Начало столетия в истории литературы (она особенно мне близка) получило название «серебряного века». В 1904 году умер Чехов, в 1910-м — Толстой; на смену им пришли Бунин, Мережковский, Розанов, Куприн, Ремизов, Шмелев, Горький, Белый, в поэзии зазвучали имена Блока, Ахматовой, Гумилева, Анненского, Сологуба, В. Иванова, Мандельштама. Музыку представляют Стравинский, Рахманинов, Глазунов, Скрябин; философию — Бердяев, Булгаков, Флоренский; кумиры сцены — Станиславский и Евреинов; в балете блистают Анна Павлова, Кшесинская и Карсавина; в медицине выдвигается Боткин, в математике — Софья Ковалевская, в химии — Менделеев, в биологии — Метальников, в аэродинамике — Жуковский, и это лишь беглый обзор. В год моего рождения заявила о себе новая школа русских художников — Билибин, Малявин, Бенуа, Коровин, Врубель. В Мюнхене Кандинский, Малевич, Марианна Веревкина открывают дорогу модернистской живописи. Вскоре откровением для Запада станут балет Дягилева и голос Шаляпина[2].

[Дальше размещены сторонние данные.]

import { Router } from 'express';
import type { Database } from '../../db/client';
import { validate } from '../../middleware/validate';
import { sendReleaseAnswer } from '../releases/release-http-cache';
import { ReleaseParams } from '../releases/releases-schemas';
import type { ReleasesService } from '../releases/releases-service';
import { ReleaseSpeciesQuery, SpeciesParams } from './species-schemas';
import { createSpeciesService, type SpeciesService } from './species-service';

export function speciesRouter(service: SpeciesService): Router {
  const router = Router();

  const list = validate({ params: ReleaseParams, query: ReleaseSpeciesQuery });
  router.get('/releases/:version/species', list, async (req, res) => {
    const { params, query } = list.input(res);
    sendReleaseAnswer(req, res, await service.listInRelease(params.version, query), params.version);
  });

  const one = validate({ params: SpeciesParams });
  router.get('/species/:key', one, async (_req, res) => {
    // A species page gains values with every release: cacheable briefly, never for long.
    res.setHeader('Cache-Control', 'public, max-age=60');
    res.json(await service.page(one.input(res).params.key));
  });

  return router;
}

/** Species pages and the per-release species table. */
export function createSpeciesModule(deps: { db: Database; releases: ReleasesService }) {
  const service = createSpeciesService(deps.db, deps.releases);
  return { service, router: speciesRouter(service) };
}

Итак, родившись в России на заре XX века, я тем самым оказалась сонаследницей определенного достояния, принадлежащего моему народу.
Это богатство обратилось для меня в дым, в мираж. Совсем ребенком мне придется с пустыми руками выйти в дальний путь и, странствуя, лишь подбирать колосья в чужих полях.
Это странствие позволит мне стать свидетелем многих потрясений, от которых вот уже полвека содрогается наша планета. Нет, нет: я ни о чем не жалею и нисколько не жалуюсь! Я просто собираюсь рассказать историю одной жизни, вплетенную в большую Историю. Конечно, начало будет сугубо личным. Немного терпения: всего восемь лет моей биографии, какая-нибудь сотня страниц, — и, наконец, развернутся события. История пускается вскачь, мчит, не разбирая дороги. Она вершит собственную повесть, я бросаю поводья — слово за ней, а я лишь добавлю размышления соломинки, прилипшей к ее копытам.